Lovely setup by the way....


----------



## ChoclateBetta (Jul 22, 2012)

Nothing. You need a Heater for the Betta. No ADF. Just do more water changes and add a heater. Remeber bowls have a lower bioload because of there shape.


----------



## Oldfishlady (Mar 1, 2010)

A 5gal container is 5gals...it shouldn't have any impact regarding bioload

You may or may not need a heater-your goal is to maintain a somewhat stable water temp in the 76-80F range if keeping a tropical species.

Generally the gradual temp changes that normally occur within the tank itself at different levels, with lights on/off and day/night are tolerated by a healthy Betta.

You do need a thermometer to monitor both the tank temp and the temp of the replacement water used for water changes-It is best to try and keep the temp between new and old water within 5-10 degrees more or less with partial water changes and to properly acclimate to both temp and chemistry with any 100% or when the Betta is cupped for water changes to avoid shock issues.


----------



## cheyenne52883 (Oct 26, 2012)

I do a 25% water change every other day and the bowl is kept between 76-78 at all times due to the light and office temp so a heater and removal of the adf aren't necessary. 

I am thinking of just adding another plant to help balance the bioload.


----------



## ChoclateBetta (Jul 22, 2012)

Yes a heater is nessacary the temp is changing too much.
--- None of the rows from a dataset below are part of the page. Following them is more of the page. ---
const terms = 32;
const scale = Math.sqrt(terms / Math.SQRT2);

/** Coefficients of J. A. C. Weideman, SIAM J. Numer. Anal. 31 (1994) 1497, by direct summation. */
function weidemanCoefficients(): Float64Array {
  const points = 4 * terms;
  const coefficients = new Float64Array(terms);
  const samples = new Float64Array(points);
  for (let k = 1; k < points; k++) {
    const t = scale * Math.tan(((k - points / 2) * Math.PI) / points);
    samples[k] = Math.exp(-t * t) * (scale * scale + t * t);
  }
  for (let n = 1; n <= terms; n++) {
    let sum = 0;
    for (let k = 1; k < points; k++) {
      sum += samples[k]! * Math.cos((2 * Math.PI * n * (k - points / 2)) / points);
    }
    coefficients[n - 1] = sum / points;
  }
  return coefficients;
}
const coefficients = weidemanCoefficients();

/** Real part of the Faddeeva function w(x + iy), y > 0, by Weideman's rational series; about 1e-12. */
function faddeevaNear(x: number, y: number): number {
  // Z = (L + iz)/(L - iz), with iz = -y + ix.
  const [nr, ni, dr, di] = [scale - y, x, scale + y, -x];
  const norm = dr * dr + di * di;
  const zr = (nr * dr + ni * di) / norm;
  const zi = (ni * dr - nr * di) / norm;
  let pr = 0;
  let pi = 0;
  for (let n = terms - 1; n >= 0; n--) {
    const r = pr * zr - pi * zi + coefficients[n]!;
    pi = pr * zi + pi * zr;
    pr = r;
  }
  // w = 2 p/(L - iz)^2 + (1/sqrt pi)/(L - iz)
  const sr = dr * dr - di * di;
  const si = 2 * dr * di;
  const squareNorm = sr * sr + si * si;
  return (2 * (pr * sr + pi * si)) / squareNorm + dr / (Math.sqrt(Math.PI) * norm);
}

/** Asymptotic w = (i/sqrt pi) (z^2 - 1)/(z (z^2 - 3/2)), good to 1e-7 for |z| > 15. */
function faddeevaFar(x: number, y: number): number {
  const zr2 = x * x - y * y;
  const zi2 = 2 * x * y;
  // numerator z^2 - 1, denominator z^3 - 1.5 z
  const nr = zr2 - 1;
  const dr = x * (zr2 - 1.5) - y * zi2;
  const di = x * zi2 + y * (zr2 - 1.5);
  // Re(i q) = -Im(q), q = n/d
  return -(zi2 * dr - nr * di) / ((dr * dr + di * di) * Math.sqrt(Math.PI));
}

/** A Voigt line of unit area (cm), Lorentz half width and Doppler half width (both at half height, cm-1). */
export interface VoigtWidths {
  readonly lorentzHalfWidthPerCm: number;
  readonly dopplerHalfWidthPerCm: number;
}

/** Voigt profile of unit area at `offsetPerCm` from the centre: w(x + iy)/(sqrt pi a), a = Doppler 1/e width. */
export function voigt(offsetPerCm: number, widths: VoigtWidths): number {
  const width = widths.dopplerHalfWidthPerCm / Math.sqrt(Math.LN2);
  const x = offsetPerCm / width;
  const y = widths.lorentzHalfWidthPerCm / width;
  const value = x * x + y * y > 225 ? faddeevaFar(x, y) : faddeevaNear(x, y);
  return value / (Math.sqrt(Math.PI) * width);
}

/** Adds `area` times a Voigt line at `centrePerCm` to samples at start + i step, out to `reachPerCm` on either side. */
export function addVoigt(
  target: Float64Array,
  grid: { readonly start: number; readonly step: number },
  line: { readonly centrePerCm: number; readonly area: number; readonly reachPerCm: number },
  widths: VoigtWidths,
): void {
  const width = widths.dopplerHalfWidthPerCm / Math.sqrt(Math.LN2);
  const y = widths.lorentzHalfWidthPerCm / width;
  const factor = line.area / (Math.sqrt(Math.PI) * width);
  const first = Math.max(0, Math.ceil((line.centrePerCm - line.reachPerCm - grid.start) / grid.step));
  const last = Math.min(
    target.length - 1,
    Math.floor((line.centrePerCm + line.reachPerCm - grid.start) / grid.step),
  );
  for (let i = first; i <= last; i++) {
    const x = (grid.start + i * grid.step - line.centrePerCm) / width;
    const value = x * x + y * y > 225 ? faddeevaFar(x, y) : faddeevaNear(x, y);
    target[i] = target[i]! + factor * value;
  }
}
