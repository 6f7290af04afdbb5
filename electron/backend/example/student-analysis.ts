import type { QuantityKey } from '../../../shared-core/units/types.ts';
import { isotopologuesOf, type GasName } from './constants.ts';
import type { Random } from './random.ts';
import type { ReadLine } from './student-reading.ts';
import { fitByMethod, trendLine, type StudentFit, type StudentMethod } from './student-fit.ts';
import type { SlipCode } from './student-slips.ts';

/** What an invented course asks for and prescribes. */
export interface Course {
  readonly gas: GasName;
  /** Name of the isotopologue asked for. */
  readonly isotopologue: string;
  readonly method: StudentMethod;
  readonly forceConstantFrom: 'nu0' | 'omegaE';
  /** Anharmonicity that the handout supplies, cm-1; null: none. */
  readonly anharmonicityPerCm: number | null;
  readonly quantities: readonly QuantityKey[];
}

export type StudentValues = Partial<Record<QuantityKey, number>>;

/** Lines of the isotopologue asked for and of its heavier partner, both as read off the file. */
export interface StudentLines {
  readonly asked: readonly ReadLine[];
  readonly heavy: readonly ReadLine[];
}

const planck = 6.62607015e-34;
const lightCm = 29979245800;
const massUnit = 1.66053906892e-27;

/** The lines as the student numbers them. */
export function slippedLines(
  lines: StudentLines,
  has: (code: SlipCode) => boolean,
  random: Random,
): readonly ReadLine[] {
  let used = lines.asked;
  if (has('isotope-heavy-lines')) used = lines.heavy;
  if (has('isotope-averaged')) {
    used = lines.asked.flatMap((line) => {
      const partner = lines.heavy.find((each) => each.m === line.m);
      return partner
        ? [{ ...line, wavenumberPerCm: (line.wavenumberPerCm + partner.wavenumberPerCm) / 2 }]
        : [];
    });
  }
  if (has('maxima-read')) used = betweenLines(used, random);
  const renumber = (change: (m: number) => number): readonly ReadLine[] =>
    used.map((line) => ({ ...line, m: change(line.m) }));
  if (has('numbering-all-shift')) {
    const shift = random.uniform() < 0.5 ? 1 : -1;
    used = renumber((m) => m + shift);
  }
  if (has('branches-swapped')) used = renumber((m) => -m);
  if (has('numbering-r-from-zero')) used = renumber((m) => (m > 0 ? m - 1 : m));
  if (has('numbering-r-shift')) used = renumber((m) => (m > 0 ? m + 1 : m));
  if (has('numbering-p-shift')) used = renumber((m) => (m < 0 ? m - 1 : m));
  return used;
}

/** Places between neighbouring lines taken for lines: every number is off by a half. */
function betweenLines(lines: readonly ReadLine[], random: Random): readonly ReadLine[] {
  const outward = random.uniform() < 0.5;
  return lines.flatMap((line) => {
    const next = lines.find((each) => each.m === line.m + (outward ? 1 : -1));
    if (!next) return [];
    const middle = (line.wavenumberPerCm + next.wavenumberPerCm) / 2 + 0.15 * random.normal();
    return [{ m: line.m, wavenumberPerCm: middle }];
  });
}

function slippedFit(
  lines: readonly ReadLine[],
  course: Course,
  has: (code: SlipCode) => boolean,
): StudentFit {
  if (has('branch-in-j')) {
    const r = lines.filter((line) => line.m > 0).map((line) => ({ ...line, m: line.m - 1 }));
    const degree = course.method === 'quadratic' ? 2 : 3;
    const [c0 = NaN, c1 = NaN, c2 = NaN, c3 = 0] = trendLine(r, degree);
    const distortion = degree === 3 ? -c3 / 4 : null;
    return { origin: c0, lower: (c1 - c2) / 2, upper: (c1 + c2) / 2, distortion };
  }
  if (has('distortion-left-out')) return fitByMethod(lines, 'quadratic');
  return fitByMethod(lines, course.method);
}

interface Rotation {
  readonly b0: number;
  readonly b1: number;
  readonly be: number;
  readonly alphaE: number;
}

/** From B_0 and B_1 to Be and alphaE, with what goes wrong on the way carried along. */
function rotation(fit: StudentFit, has: (code: SlipCode) => boolean, random: Random): Rotation {
  let { lower: b0, upper: b1 } = fit;
  const throughB0 = random.uniform() < 0.5;
  const carried = random.uniform() < 0.7;
  let alphaE = b0 - b1;
  const mean = (b0 + b1) / 2;
  const right = b0 + alphaE / 2;
  if (has('bbar-as-b0')) {
    b0 = mean;
    b1 = mean - alphaE;
    return { b0, b1, alphaE, be: mean + alphaE / 2 };
  }
  if (has('spacing-2b-as-b')) return { b0: 2 * b0, b1: 2 * b1, alphaE, be: 2 * b0 + alphaE / 2 };
  if (has('spacing-2b-as-4b')) return { b0: b0 / 2, b1: b1 / 2, alphaE, be: b0 / 2 + alphaE / 2 };
  if (has('alpha-sign')) alphaE = -alphaE;
  if (has('alpha-half')) alphaE /= 2;
  if (has('alpha-double')) alphaE *= 2;
  const slipped = has('alpha-sign') || has('alpha-half') || has('alpha-double');
  let be = slipped && carried ? (throughB0 ? b0 + alphaE / 2 : mean + alphaE) : right;
  if (has('bbar-as-be')) be = mean;
  if (has('b0-as-be')) be = b0;
  if (has('b1-as-be')) be = b1;
  if (has('be-minus-half-alpha')) be = b0 - alphaE / 2;
  if (has('be-plus-alpha')) be = b0 + alphaE;
  return { b0, b1, be, alphaE };
}

/** Reduced mass in u that the student uses. */
export function studentMass(course: Course, has: (code: SlipCode) => boolean): number {
  const list = isotopologuesOf(course.gas);
  const own = list.find((each) => each.name === course.isotopologue) ?? list[0]!;
  const [light, heavy] = atomsOf(course, own.name);
  const product = (a: number, b: number): number => (a * b) / (a + b);
  if (has('mass-average')) return product(light.average, heavy.average);
  if (has('mass-integer')) return product(light.integer, heavy.integer);
  if (has('mass-other-isotope')) return list.find((each) => each !== own)?.reducedMassU ?? own.reducedMassU;
  if (has('mass-sum')) return light.exact + heavy.exact;
  if (has('mass-light-atom')) return light.exact;
  if (has('mass-grams')) return own.reducedMassU * 1000;
  return own.reducedMassU;
}

interface AtomMasses {
  readonly exact: number;
  readonly average: number;
  readonly integer: number;
}
/** Masses off a periodic table; averages: IUPAC conventional atomic weights. */
function atomsOf(course: Course, name: string): readonly [AtomMasses, AtomMasses] {
  const own = isotopologuesOf(course.gas).find((each) => each.name === name)!;
  const averages: Record<string, number> = { H: 1.008, D: 2.0141, Cl: 35.453, Br: 79.904, F: 18.998, I: 126.904, C: 12.011, O: 15.999 }; // prettier-ignore
  const [, first = '', second = ''] = /^(\d*[A-Z][a-z]?)(\d+[A-Z][a-z]?)$/.exec(name) ?? [];
  const symbol = (nuclide: string): string => nuclide.replace(/\d/g, '');
  const integer = (nuclide: string): number =>
    nuclide === 'H' ? 1 : nuclide === 'D' ? 2 : Number.parseInt(nuclide, 10);
  // Exact masses follow from the sum and the product that the table of isotopologues holds.
  const half = own.massU / 2;
  const spread = Math.sqrt(Math.max(0, half ** 2 - own.reducedMassU * own.massU));
  return [
    { exact: half - spread, average: averages[symbol(first)]!, integer: integer(first) },
    { exact: half + spread, average: averages[symbol(second)]!, integer: integer(second) },
  ];
}

/** Bond length in pm from B in cm-1: r = sqrt(h/(8 pi^2 c mu B)). */
function bondLength(b: number, massU: number, has: (code: SlipCode) => boolean): number {
  const h = has('hbar-for-h') ? planck / (2 * Math.PI) : planck;
  const pi = has('pi-eight') ? 8 * Math.PI : 8 * Math.PI ** 2;
  const c = has('c-in-m') ? lightCm / 100 : lightCm;
  // Who gets a negative B from swapped branches still computes a length.
  const inertia = h / (pi * c * Math.abs(b));
  const square = inertia / (massU * massUnit);
  // A student who forgets the root still writes the number down as a length: square angstrom read as angstrom.
  return has('r-root-missed') ? square * 1e20 * 100 : Math.sqrt(square) * 1e12;
}

/** Force constant in N/m: k = 4 pi^2 c^2 mu nu^2. */
function forceConstant(wavenumber: number, massU: number, has: (code: SlipCode) => boolean): number {
  const twoPi = has('k-no-two-pi') ? 1 : has('k-one-two-pi') ? Math.sqrt(2 * Math.PI) : 2 * Math.PI;
  const c = has('c-in-m') ? lightCm / 100 : lightCm;
  return (twoPi * c * wavenumber) ** 2 * massU * massUnit;
}

/**
 * From lines to the values that are handed in, in standard units, before rounding. Every slip acts at its own step and is
 * carried through all later ones.
 */
export function analyse(
  lines: StudentLines,
  course: Course,
  slips: ReadonlySet<SlipCode>,
  random: Random,
): StudentValues {
  const has = (code: SlipCode): boolean => slips.has(code);
  const used = slippedLines(lines, has, random);
  const fit = slippedFit(used, course, has);
  const { b0, b1, be, alphaE } = rotation(fit, has, random);
  const at = (m: number): number => used.find((line) => line.m === m)?.wavenumberPerCm ?? fit.origin;
  let nu0 = fit.origin;
  if (has('origin-midpoint')) nu0 = (at(1) + at(-1)) / 2;
  if (has('origin-line')) nu0 = random.uniform() < 0.5 ? at(1) : at(-1);
  const omegaExe = course.anharmonicityPerCm;
  const omegaE = omegaExe === null ? null : nu0 + 2 * omegaExe;
  const massU = studentMass(course, has);
  const rightForK = course.forceConstantFrom === 'omegaE' ? (omegaE ?? nu0) : nu0;
  const forK = has('k-from-nu0') ? nu0 : has('k-from-omega') ? (omegaE ?? nu0) : rightForK;
  const all: StudentValues = {
    nu0,
    B0: b0,
    B1: b1,
    Be: be,
    alphaE,
    ...(fit.distortion === null ? {} : { D: fit.distortion }),
    ...(omegaE === null || omegaExe === null ? {} : { omegaE, omegaExe }),
    r0: bondLength(b0, massU, has),
    re: bondLength(has('r0-as-re') ? b0 : be, massU, has),
    k: forceConstant(forK, massU, has),
  };
  return Object.fromEntries(
    course.quantities.filter((key) => all[key] !== undefined).map((key) => [key, all[key]]),
  );
}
Get a filter if you want the ADF. No more plants add Ferts too the one you have. Scrape the glass.


----------



## ao (Feb 29, 2012)

How long have youset up this tank? you seem to have diatoms which can be a sign of a new tank trying to cycle. It is possible to manually remove and usually will eventually go away.


----------



## ChoclateBetta (Jul 22, 2012)

It seems the plants in there dont have enough room.


----------



## Aus (Feb 3, 2012)

> Remeber bowls have a lower bioload because of there shape.


WTH? Seriously - where'd you get that from? Please verify your facts properly before passing them along to folks... there's enough misinformation out there without it becoming rife here as well.

And the plants look fine to me.

OP -- If you're dead set on no heater (temps do drop at night and on cold days..) and you're keeping up the natural sun exposure, maybe use a magnetic glass scraper right before water changes so it'll flush some of the algae build up out. I'd probably be changing it a bit more frequently if there's no filter or water motion at all, and a lot of algae growing. You could also move the bowl to where it only gets a couple hours sun.


----------



## ChoclateBetta (Jul 22, 2012)

Aus said:


> WTH? Seriously - where'd you get that from? Please verify your facts properly before passing them along to folks... there's enough misinformation out there without it becoming rife here as well.
> 
> And the plants look fine to me.
> 
> OP -- If you're dead set on no heater (temps do drop at night and on cold days..) and you're keeping up the natural sun exposure, maybe use a magnetic glass scraper right before water changes so it'll flush some of the algae build up out. I'd probably be changing it a bit more frequently if there's no filter or water motion at all, and a lot of algae growing. You could also move the bowl to where it only gets a couple hours sun.


Its true becuase of the lower water to air exposure. It looks like the plants might need more Iron. http://www.saltwater-aquarium-online-guide.com/selecting-an-aquarium.html Its also in a few books.


----------



## OrangeAugust (Jul 23, 2012)

About heaters, I didn't have heaters in my tanks all summer because I kept my apartment warm. Most of the time I didn't use the A/C unless the temp in my tanks got too hot (over 85). But there was never a huge fluctuation in temperature. My 5 gal. stayed between 80 and 82 all the time. It was only my one gallon that would fluctuate a bit more. I didn't have to get heaters until September. So if your office temp stays the same all the time and is above 76, I wouldn't worry about a heater. Usually offices are not kept that warm, though. (I know my office isn't! I have to have a space heater under my desk and wear layers to work in order to keep comfortable!). So just make sure you have a thermometer to monitor the temp and if the water goes below 76, then you need to get a heater.


----------



## ChoclateBetta (Jul 22, 2012)

76 might be a little low. 77-83F is best but Bettas seem best in 80F. 80-82 is a pretty big change in temp.


----------



## aemaki09 (Oct 23, 2012)

I just got done fighting a terrible algea problem as well.
I suggest doing a 80% water change with a good gravel vacuuming. and then get an unused sponge w.o chemicals to clean the walls off with. Then take all the plants out and rub them with your fingers in the water you just took out of the tank to get what algea you can off of them. if this doesnt work and if you have another tank/bowl that isnt already fully stocked I'd suggest getting either a snail, or an oto or two, and after the algea is gone from that bowl moving them into another tank.


----------